Some offenders may have been born mentally retarded and, because they are lacking in judgment, they may be easily persuaded into criminal activity if thrown into bad company. This is not the same thing as being insane, for insane people would not know what they are doing, or would not know that it was not wrong, or would not be able to control their actions. The question of when a person is legally sane or insane has not yet been settled. Lawyers and psychiatrists have different ideas as to when a person may be held responsible for his acts. A large group of criminals, once called psychopaths, are now called sociopaths. They do not lack intelligence and they cannot be considered insane by any present-day standards, but they do not recognize the rights of others. They show no remorse for their crimes and often no fear of punishment.

Home conditions and other experiences have a major influence on children’s behaviour. Bad home conditions and unhappy experiences are among the most common causes of criminal behaviour in children. Families, which are affected by death, desertion, divorce, or discord, tend to produce problem children and young people.

It also seems that criminal behaviour can be linked to social factors such as poverty and unemployment. In areas where unemployment is high and housing poor, more offences, such as street robberies, are committed than in prosperous areas.

Text 17. Purposes of Punishment

1. Deterrence (or prevention). If punishing one person is to deter others from committing the same crime, it is believed that the potential offender will act sensibly and avoid pain or loss in the future. He must also be capable of remembering past experience and understanding the results of his action.

Punishment to deter is not effective with people who are mentally disturbed and cannot think logically.
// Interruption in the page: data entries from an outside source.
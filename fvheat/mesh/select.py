"""Which mesh a case gets: ``[mesh] kind`` = "auto", "triangles" or "rectilinear".

"auto" takes the triangle mesh (exact geometry) whenever a region outline, hole or boundary
segment is not axis-aligned, the rectilinear grid (fast, exact for orthogonal details)
otherwise.
"""

from __future__ import annotations

import numpy as np

from fvheat.case.model import Case
from fvheat.mesh.mesh import Mesh


def sloped(case: Case) -> bool:
    """Whether some region outline, hole or boundary segment is not axis-aligned."""
    rings = [r.vertices for r in case.regions] + [h for r in case.regions for h in r.holes]
    for ring in rings:
        d = np.roll(ring, -1, axis=0) - ring
        length = np.hypot(*d.T)
        if np.any((np.abs(d[:, 0]) > 1e-12 * length) & (np.abs(d[:, 1]) > 1e-12 * length)):
            return True
    for b in case.boundaries:
        for (x0, y0), (x1, y1) in b.edges:
            if x0 != x1 and y0 != y1:
                return True
    return False


def mesh_kind(case: Case) -> str:
    """The mesh ``case`` gets: "triangles" or "rectilinear" (see the module text)."""
    kind = case.mesh.kind
    if kind != "auto":
        return kind
    return "triangles" if sloped(case) else "rectilinear"


def build_mesh(case: Case, refine: float = 1.0) -> Mesh:
    """The case's mesh (kind from :func:`mesh_kind`); ``refine`` divides every size."""
    if case.mesh.file is not None:
        from fvheat.mesh.imported import build_file_mesh

        return build_file_mesh(case, refine)
    if mesh_kind(case) == "triangles":
        from fvheat.mesh.triangles import build_triangle_mesh

        return build_triangle_mesh(case, refine)
    from fvheat.mesh.rectilinear import build_mesh as build_grid

    return build_grid(case, refine)
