def check_refined_size(case: Case, mesh: Mesh, refine: float) -> None:
    """Raise :class:`CaseError` when the mesh refined by ``refine`` (a grid check) would
    exceed ``[mesh] max_cells``: estimated from ``mesh``'s own re-entrant corners, before
    anything is solved or allocated. A triangle mesh (no grid) refined by the grid check
    has about four nodes for each of its own."""
    g = mesh.grid
    if mesh.triangles is not None:
        check_node_count(case, mesh.n_cells * round(refine) ** 2, refined=True)
        return
    assert g is not None  # every mesh is a grid or triangles
    px, py = grid_plans(case, refine, reentrant_corners(case, g.x, g.y, g.cell_index))
    check_grid_size(case, px.cells, py.cells, refined=True)


def reentrant_corners(case: Case, x: np.ndarray, y: np.ndarray, mat: np.ndarray) -> np.ndarray:
    """Re-entrant corners (k, 2) m of the body painted as ``mat`` (≥ 0 in the body) on the
    grid ``x``, ``y``:
    grid vertices on key lines in both directions with three of their four cells in the
    body, lying on a boundary that ties the surface to a temperature (surface exchange or
    fixed temperature). The inside surface is coldest at such corners (a window reveal
    meeting the frame, a slab soffit meeting the wall), where its temperature changes
    steeply. Then the points of :func:`condition_changes`.
    """
    keys, tol = key_lines(case)
    changes = condition_changes(case, tol)
    act = np.pad(mat >= 0, 1).astype(np.int8)
    count = act[:-1, :-1] + act[:-1, 1:] + act[1:, :-1] + act[1:, 1:]
    j, i = np.nonzero(count == 3)
    if j.size == 0:
        return changes
    on_keys = _near_any(x[i], keys[0], tol) & _near_any(y[j], keys[1], tol)
    pts = np.column_stack([x[i], y[j]])[on_keys]
    segs = [e for b in case.boundaries if b.kind != "flux" for e in b.edges]
    if not segs or pts.size == 0:
        return changes
    return np.concatenate([pts[points_on_segments(pts, segs, tol)], changes])


def condition_changes(case: Case, tol: float) -> np.ndarray:
    """Points (k, 2) m where a boundary tying the surface to one temperature meets one tying
    it to another (an inside surface running on into an unheated space's, or round a corner
    into the outside's): the surface temperature changes steeply there too, and the lowest
    inside surface temperature can lie at that very point (0.2 K too warm with a plain
    grid on a wall beside an unheated stair, 5 K at a corner where inside meets outside)."""
    tied = [b for b in case.boundaries if b.ties_temperature]
    out = []
    for a, ba in enumerate(tied):
        ends = np.array([p for e in ba.edges for p in e], dtype=float).reshape(-1, 2)
        for bb in tied[a + 1 :]:
            if ba.reference_temperature == bb.reference_temperature:
                continue
            out.append(ends[points_on_segments(ends, list(bb.edges), tol)])
    return np.concatenate(out) if out else np.zeros((0, 2))


def _near_any(values: np.ndarray, keys: np.ndarray, tol: float) -> np.ndarray:
    """Whether each of ``values`` lies within ``tol`` of one of the sorted ``keys``."""
    k = np.searchsorted(keys, values)
    below = keys[np.clip(k - 1, 0, keys.size - 1)]
    above = keys[np.clip(k, 0, keys.size - 1)]
    return np.minimum(np.abs(values - below), np.abs(values - above)) <= tol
Also punishment is only effective if a large proportion of the people committing crimes are caught. If people think they can get away with crime they will not be deterred.

2. Retribution (or “paying back”). Inflicting suffering in proportion to the harm or injury caused by a crime may work for something like theft where a person could be ordered to pay back the value of something stolen. If property is not involved, however, deciding on an equal measure of pain is very difficult. For example, what penalty can equal the harm caused in abusing the child? What punishment should be given if the abuser is mentally ill and needs treatment? Penalties in such cases are proportional to public outrage at the crime, not to the criminal harm itself.
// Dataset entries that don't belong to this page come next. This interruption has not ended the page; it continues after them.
def batch_metrics(problems, o, *, free_length, width, target_bend_angle=None, heat=None, keep_series=False):
    """Strip metrics of every design of one group from its raw outputs (numpy, vectorised over designs).

    Mechanics as in :func:`actsim.solver.assemble_dataset`: the free curvature
    and the bending stiffness about the neutral axis from the section integrals
    of E and E e* at every output time (:func:`actsim.mechanics.free_strip_response`
    arithmetic, stacked), the bend angle :math:`\\theta = \\kappa L`, the blocked
    tip force :math:`F = 3 b (D - B^2/A) \\kappa_{free} / (2 L)` and the blocked
    moment :math:`M = b (D - B^2/A) \\kappa_{free}`.

    Efficiency: at the output time :math:`t^*` of the peak blocked force,

    .. math:: W = \\tfrac12 |F_{block}(t^*)|\\, |y_{free}(t^*)|, \\qquad
       \\eta = \\frac{W}{H(t^*)\\, L\\, b}

    with :math:`y_{free}` the tip deflection of the free strip at that state
    (circular arc of the free curvature, :func:`actsim.mechanics.arc_tip_position`)
    and :math:`H(t^*)` the incident radiant exposure up to :math:`t^*` [J m-2]
    (the light falling on the strip area :math:`L b`). W is the work of a linear
    spring-like load taken from zero to the blocked force over the free stroke:
    the largest work a linear actuator can deliver into a matched load. The
    efficiency is 0 where no light has fallen yet.

    Parameters
    ----------
    problems : list of Problem
        The group's problems (same order as in ``o``).
    o : dict
        Output of :func:`run_group`.
    free_length, width : numpy.ndarray, shape (n_design,)
        Strip free length and width of each design [m].
    target_bend_angle : numpy.ndarray or float, optional
        Target angle [rad]; the time of its first crossing (linear interpolation
        between output times, as :func:`actsim.metrics.first_crossing_time`).
    heat : numpy.ndarray of bool, optional
        Designs whose heat is modelled (peak temperature reported; NaN otherwise).
    keep_series : bool
        Also return the (design, time) series ``bend_angle``, ``blocked_force``,
        ``blocked_moment``, ``tip_deflection``, ``peak_temperature``.

    Returns
    -------
    (metrics, series) : dict of numpy.ndarray (n_design,), dict of numpy.ndarray (n_design, n_time) or None
    """
    n = len(problems)
    L = np.asarray(free_length, float).reshape(n)
    b = np.asarray(width, float).reshape(n)
    out = o["out"]
    z_edges = o["stacked"][0].z_edges
    times = np.stack([p.times for p in problems])
    E = out.E
    _, kappa_free, d_eff = mechanics.free_strip_response(z_edges=z_edges, modulus=E, eigenstrain=out.Ee / E)
    kappa = out.mech[:, :, 1]
    theta = kappa * L[:, None]
    m_block = mechanics.blocked_moment(bending_stiffness=d_eff, curvature=kappa_free, width=b[:, None])
    f_block = mechanics.blocked_tip_force(bending_stiffness=d_eff, curvature=kappa_free, width=b[:, None],
                                          free_length=L[:, None])
    _, y_tip = mechanics.arc_tip_position(curvature=kappa, free_length=L[:, None])
    _, y_free = mechanics.arc_tip_position(curvature=kappa_free, free_length=L[:, None])
    dose = np.stack([incident_dose(p.schedule) for p in problems])
    rows = np.arange(n)
    # peaks over the output times of free steps (as actsim.metrics.summarize); all times where every step holds
    free = np.stack([p.schedule.step_hold[np.concatenate([p.schedule.seg_step[:1], p.schedule.seg_step])] == HOLD_FREE
                     for p in problems])
    free[~free.any(axis=1)] = True
    peak_theta, ipk = _at_peak(theta, free)
    peak_force, ifk = _at_peak(f_block, free)
    peak_moment, _ = _at_peak(m_block, free)
    peak_tip, _ = _at_peak(y_tip, free)
    work = 0.5 * np.abs(peak_force) * np.abs(y_free[rows, ifk])
    energy_at_peak = dose[rows, ifk] * L * b
    with np.errstate(invalid="ignore", divide="ignore"):
        eff = np.where(energy_at_peak > 0, work / energy_at_peak, 0.0)
    heat = np.zeros(n, bool) if heat is None else np.asarray(heat, bool).reshape(n)
    t_max = out.T.max(axis=2) if (heat.any() or keep_series) else None  # (n, n_time) of no use without heat
    peak_T = np.where(heat, t_max.max(axis=1), np.nan) if t_max is not None else np.full(n, np.nan)
    m = {
        "final_bend_angle": theta[:, -1],
        "peak_bend_angle": peak_theta,
        "time_of_peak_bend": times[rows, ipk],
        "peak_blocked_force": peak_force,
        "time_of_peak_force": times[rows, ifk],
        "peak_blocked_moment": peak_moment,
        "peak_tip_deflection": peak_tip,
        "peak_temperature": peak_T,
        "optical_dose": dose[:, -1],
        "optical_energy": dose[:, -1] * L * b,
        "peak_optical_power": np.array([p.schedule.step_irradiance.sum(axis=1).max() for p in problems]) * L * b,
        "mechanical_work": work,
        "efficiency": eff,
    }
    if target_bend_angle is not None:
        tgt = np.broadcast_to(np.asarray(target_bend_angle, float), (n,))
        tt = first_crossing_times(times, theta, tgt)
        m["time_to_target"] = tt
        m["reached_target"] = np.isfinite(tt)
        f_at = np.full(n, np.nan)
        for k in np.nonzero(np.isfinite(tt))[0]:
            f_at[k] = np.interp(tt[k], times[k], f_block[k])
        m["blocked_force_at_target"] = f_at
    series = None
    if keep_series:
        series = {"bend_angle": theta, "blocked_force": f_block, "blocked_moment": m_block,
                  "tip_deflection": y_tip, "peak_temperature": np.where(heat[:, None], t_max, np.nan)}
    return m, series
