#: Estimated grid error of the bend angle above which `actsim run` suggests more cells (common practice, no source).
GRID_ERROR_HINT = 1e-3


def _cells_factor(est: float) -> int:
    """Whole factor on the cells that brings a second-order grid error below GRID_ERROR_HINT."""
    import math

    return max(2, math.ceil(math.sqrt(est / GRID_ERROR_HINT)))


def parse_set_options(items):
    """``["layers[1].thickness=40 um", ...]`` -> {path: value}; values as in a scenario file."""
    import tomllib

    out = {}
    for item in items or []:
        if "=" not in item:
            raise ActsimInputError(f"--set: '{item}' is not FIELD=VALUE (e.g. --set \"layers[1].thickness=40 um\")")
        path, value = (part.strip() for part in item.split("=", 1))
        try:  # numbers and booleans as TOML reads them; anything else is a unit string
            value = tomllib.loads(f"v = {value}")["v"]
        except (tomllib.TOMLDecodeError, RecursionError):  # nested too deeply: kept as text, refused when parsed
            pass
        out[path] = value
    return out


def load_with_overrides(scenario_path, set_items=None):
    """Load a scenario and apply ``--set`` overrides."""
    from .scenario import apply_overrides, load_scenario

    sc = load_scenario(scenario_path)
    overrides = parse_set_options(set_items)
    return apply_overrides(sc, overrides) if overrides else sc


def _add_figures(stage, records, *, part=None, summary=None, data_file=None) -> None:
    """Append figure records (file, title, caption) to the summary.json of a staging folder; with ``part``, also
    the part's ``summary`` under that key and its ``data_file``."""
    import json

    from .io import write_json

    if not records and part is None:
        return
    record = json.loads((stage / "summary.json").read_text(encoding="utf-8"))
    if part is not None:
        record[part] = summary
        record["files"] = record.get("files", []) + [data_file]
    record["figures"] = record.get("figures", []) + list(records)
    record["files"] = record.get("files", []) + [r["file"] for r in records if r["file"] not in record.get("files", [])]
    write_json(stage / "summary.json", record)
3. Reformation or rehabilitation (changing a person’s behaviour). At times the infliction of punishment is explained as an effort “to bring someone to their senses”. This is sometimes known as the “short, sharp, shock” treatment and has at times been used with young first offenders in the belief that sudden, fairly harsh, treatment would make them realize the unacceptability of their behaviour.

The modern method of reform is to look at each person as an individual, and instead of making the punishment fit the crime, make it fit the offender. To do this it is necessary to find out why the crime was committed and how the offender can be helped to change his or her way of life. This may include medical treatment, physiological therapy, education and training, and help in starting a new way of life (collectively known as “rehabilitation”).
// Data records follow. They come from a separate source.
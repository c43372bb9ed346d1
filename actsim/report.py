"""The report: one self-contained HTML file for any result folder.

:func:`build_report` reads a result folder written by ``actsim run`` (with or
without its ``uncertainty`` and ``mask`` parts), ``actsim check``, ``actsim
sweep`` or ``actsim fit`` -- the kind and parts are read from the folder's
``manifest.json`` after :func:`actsim.folders.verify_folder` -- and returns one
HTML page that needs nothing else to be read or printed: the figures are
embedded as base64 PNG data URIs, the style sheet is inline, and a
Content-Security-Policy forbids loading anything from outside the file.

Every page opens with the answer (the first screen): for a check the verdict,
the tightest margin and its check and the actuation numbers ``actsim check``
prints; for a run the peak bend, time to target, force and peak temperature;
for a sweep the recommended or best design and the Pareto set; for a fit the
fitted parameters with their uncertainty and the residual with its unit. The
caution follows once; then figures, tables, the scenario, software versions and
the input texts.

The page is built from the jinja2 templates in ``actsim/templates/`` with
autoescaping on (:data:`TEMPLATES`): every text taken from a file reaches the
page escaped; the Python code here only gathers and formats values. The report
is written atomically (:func:`actsim.io.write_text`).
"""

from __future__ import annotations

import base64
import datetime as _dt
import json
import math
import platform
import re
import tomllib
from functools import lru_cache
from importlib import metadata
from pathlib import Path

import numpy as np

from .cautions import CAUTION
from .errors import ActsimInputError
from .inputfiles import read_text_file

__all__ = ["REPORT_FILE", "CHECKS_FILE", "DEPENDENCIES", "TEMPLATES", "build_report", "write_report",
           "package_versions", "report_context", "figure_title"]

#: Default file name of the report inside the result folder.
REPORT_FILE = "report.html"
#: File written by ``actsim check`` (check records and their details).
CHECKS_FILE = "checks.json"
#: Distributions whose versions the report lists (importlib.metadata names).
DEPENDENCIES = ("numpy", "scipy", "numba", "xarray", "pint", "matplotlib", "netCDF4", "dask", "jinja2")
#: The templates of the report (package data in ``actsim/templates/``): the page, its style and script, and
#: one first screen and one body per folder kind.
TEMPLATES = ("report.html", "_macros.html", "report.css", "report.js", "answer_run.html", "answer_check.html",
             "answer_sweep.html", "answer_fit.html", "body_run.html", "body_check.html", "body_sweep.html",
             "body_fit.html", "_scenario.html")

_PNG_SIGNATURE = b"\x89PNG\r\n\x1a\n"
_HINT = "make it with `actsim run SCENARIO -o RESULT_DIR` (or `actsim check`, `actsim sweep`, `actsim fit`)"
_CHECK_KEYS = ("check", "value", "limit", "unit", "margin", "passed", "source")
_CSP = "default-src 'none'; img-src data:; style-src 'unsafe-inline'; script-src 'unsafe-inline'"
#: Most designs listed one by one in a sweep report; beyond it the best ones, the Pareto set and the winner.
SWEEP_ROWS_SHOWN = 40

#: Titles of the figures actsim draws, by file stem: used when the folder's record gives none. They say what is
#: plotted, never what marks a figure may or may not carry.
_FIGURE_TITLES = {
    "bend_angle": "Bend angle and blocked force against time",
    "temperature": "Temperature against time",
    "profiles": "Conversion and irradiance through the thickness",
    "folded_shape": "Shape of the strip lit through the mask",
    "uncertainty_bend_angle": "Bend angle with its uncertainty band",
    "pareto": "Time to target against force: the Pareto front",
    "bend_family": "Bend angle of every design against time",
    "tensile_fit": "Tensile test and the fitted modulus",
    "dma_fit": "Storage modulus against temperature and the fitted step",
    "spectra_fit": "Absorbance spectra and the fitted absorptivities",
    "bend_fit": "Measured and fitted bend angles",
}


# ---------------------------------------------------------------------------
# formatting helpers (plain text; the templates escape)


def _num(x, digits=4) -> str:
    if x is None:
        return "not reached"
    if isinstance(x, str):
        s = x.strip().lower()
        if s in ("inf", "+inf", "infinity"):
            return "∞"
        if s in ("-inf", "-infinity"):
            return "−∞"
        return x
    x = float(x)
    if math.isnan(x):
        return "NaN"
    if math.isinf(x):
        return "∞" if x > 0 else "−∞"
    s = f"{x:.{digits}g}"
    if "e" in s:
        mant, ex = s.split("e")
        s = f"{mant}×10^{int(ex)}"
    return s.replace("-", "−")


def _float(x):
    """A number from a JSON field (numbers, null, or the words a writer uses for infinities); None otherwise."""
    if isinstance(x, bool) or x is None:
        return None
    if isinstance(x, (int, float)):
        return float(x)
    if isinstance(x, str):
        try:
            return float(x.strip())
        except ValueError:
            return None
    return None


def _length(x) -> tuple[str, str]:
    ax = abs(x)
    if ax >= 1e-3:
        return _num(x * 1e3), "mm"
    if ax >= 1e-6 or ax == 0:
        return _num(x * 1e6), "µm"
    return _num(x * 1e9), "nm"


def _pressure(x) -> tuple[str, str]:
    ax = abs(x)
    for scale, unit in ((1e9, "GPa"), (1e6, "MPa"), (1e3, "kPa")):
        if ax >= scale:
            return _num(x / scale), unit
    return _num(x), "Pa"


def _irr(x) -> str:
    """Irradiance in the customary mW/cm^2 (1 mW/cm^2 = 10 W/m^2)."""
    return f"{_num(x / 10.0)} mW/cm²"


def _deg(rad) -> str:
    return _num(None) if rad is None else _num(math.degrees(float(rad)))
4. Showing public abhorrence or disgust. This is another reason for public punishment, to make the offender realize that he has not only hurt the person he may have robbed or attacked, but also offended society as a whole.

5. Protection of society. Some offenders are so dangerous that locking them up may be the only way to protect others until they can be shown to be no longer a threat to society. The length of imprisonment usually takes into account the number of crimes the offender has committed in the past. When a prisoner reforms, imprisonment to protect society should end. The death penalty is an extreme way of protecting society.